Overall Satisfaction with Amazon Elastic MapReduce
Amazon Elastic MapReduce is used by my department to produce big data analytics for certain clients. The software address data mining and predictive analytics for data sets that take a long time to process. The software is not used for econometric or other analytical evaluation because the size of the data sets does not lend themselves to such analysis. The software is used almost exclusively for data mining and simple reporting for large data cases.
- Amazon Elastic MapReduce works well for managing analyses that use multiple tools, such as Hadoop and Spark. If it were not for the fact that we use multiple tools, there would be less need for MapReduce.
- MapReduce is always on. I've never had a problem getting data analyses to run on the system. It's simple to set up data mining projects.
- Amazon Elastic MapReduce has no problems dealing with very large data sets. It processes them just fine. With that said, the outputs don't come instantaneously. It takes time.
- The analytical processes generally run quicker with the standalone tools of Hadoop, Spark, and others.
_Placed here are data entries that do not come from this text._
/* text.c — the plain text listing (`build --format text`).
 *
 * One line per statement, stable and diffable, so `git diff` of the listing
 * shows what changed in meaning:
 *   V = Q/A = (96 gal/min)/(0.05130 ft^2) = 4.160 ft/s   # velocity [key]
 * Headings give the structure; prose paragraphs are left to the PDF. The
 * linear expression printer here is shared with the other renderers' plain
 * texts (check summaries, diagnostics of the diff). */
#include <math.h>
#include <stdlib.h>
#include <string.h>

#include "numfmt.h"
#include "render.h"
#include "report_model.h"
#include "package.h"
#include "uses.h"

void render_quantity(const Evaluated *ev, const Value *v, const Unit *unit, char *buf, size_t n)
{
    char num[64];
    bool diff = v->q.temp == TEMP_NONE;
    double x = unit_from_si(v->q.si, unit, diff);
    num_sig(x, ev->digits, num, sizeof num);
    if (!n)
        return;
    /* "number unit", or the number alone; cut to fit as snprintf would */
    size_t at = strlen(num);
    if (at >= n)
        at = n - 1;
    memcpy(buf, num, at);
    if (strcmp(unit->text, "1") != 0 && unit->text[0] != '\0' && at + 1 < n) {
        buf[at++] = ' ';
        size_t u = strlen(unit->text);
        if (u > n - 1 - at)
            u = n - 1 - at;
        memcpy(buf + at, unit->text, u);
        at += u;
    }
    buf[at] = '\0';
}

void render_atmosphere(const Evaluated *ev, char *buf, size_t n)
{
    const Meta *m = &ev->doc->meta;
    Value v = value_number(qty(ev->atmosphere, DIM_PRESSURE));
    v.q.pref = PRES_ABSOLUTE;
    Unit u = eval_display_unit(ev, &v, NULL);
    char val[80];
    render_quantity(ev, &v, &u, val, sizeof val);
    switch (m->atm_source) {
    case ATM_GIVEN:
        snprintf(buf, n, "%s, as given in the front matter (%s)", val, m->atmosphere_text ? m->atmosphere_text : "");
        break;
    case ATM_ELEVATION:
        snprintf(buf, n, "%s, the standard atmosphere at elevation %s", val, m->elevation_text ? m->elevation_text : "");
        break;
    case ATM_STANDARD:
        snprintf(buf, n, "%s, the standard atmosphere (101.325 kPa)", val);
        break;
    }
}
If you only use one big data tool and don't really need things simplified, then Elastic MapReduce is more of an overhead tool that doesn't add much value.
- The analytical capabilities of Elastic MapReduce are nowhere near as complex or broad as non-big data tools. I would suggest not using the tool unless your data really is big data.
- The machine learning capabilities of Elastic MapReduce (using the big data tools of Hadoop/Spark) are good but are not as easy to use as other machine learning tools.
- Amazon Elastic MapReduce has had a positive ROI in the sense that it saved time managing big data projects where analysts were using different big data tools. Essentially, an increase in employee productivity.
- Elastic MapReduce is not worth it in cases where you're just trying things out. You'll likely lose money unless you're sure that using MapReduce is a good idea.
- Elastic MapReduce takes some time learning, although not too much. If the employee is less well-versed in big data analytics, the software is a high hill to climb that eats up employee time.
- Hadoop, Apache Spark, Apache Spark MLib, Apache Spark Streaming, Apache Web Server, Google Cloud AI, Google Cloud CDN, Google Cloud Dataflow, Google Cloud Datastore, Google Cloud Pub/Sub, Google Cloud SQL, Google Cloud Spanner, Google Data Studio, Google Correlate, Google Marketing Platform (formerly DoubleClick), Google Pay (formerly Google Wallet), Hortonworks Data Platform, Cloudera Data Science Workbench, Cloudera Enterprise, Cloudera Manager, Datameer, Pi Datametrics, FICO Model Builder, IBM SPSS Modeler, Microsoft Dynamics SL, Microsoft Exchange, 6sense and Sybase Aleri Streaming Platform
Perhaps the biggest advantage Amazon Elastic MapReduce has over competing big data management software is the user base. Elastic MapReduce, compliments of its connection with Amazon, has a large user base to whom questions about functionality can be addressed. The software also has a very nice user interface. Additionally, Elastic MapReduce runs fairly quickly and the results are generally easier to manipulate. With this said, Elastic MapReduce is definitely not the easiest nor quickest tool for big data analytics.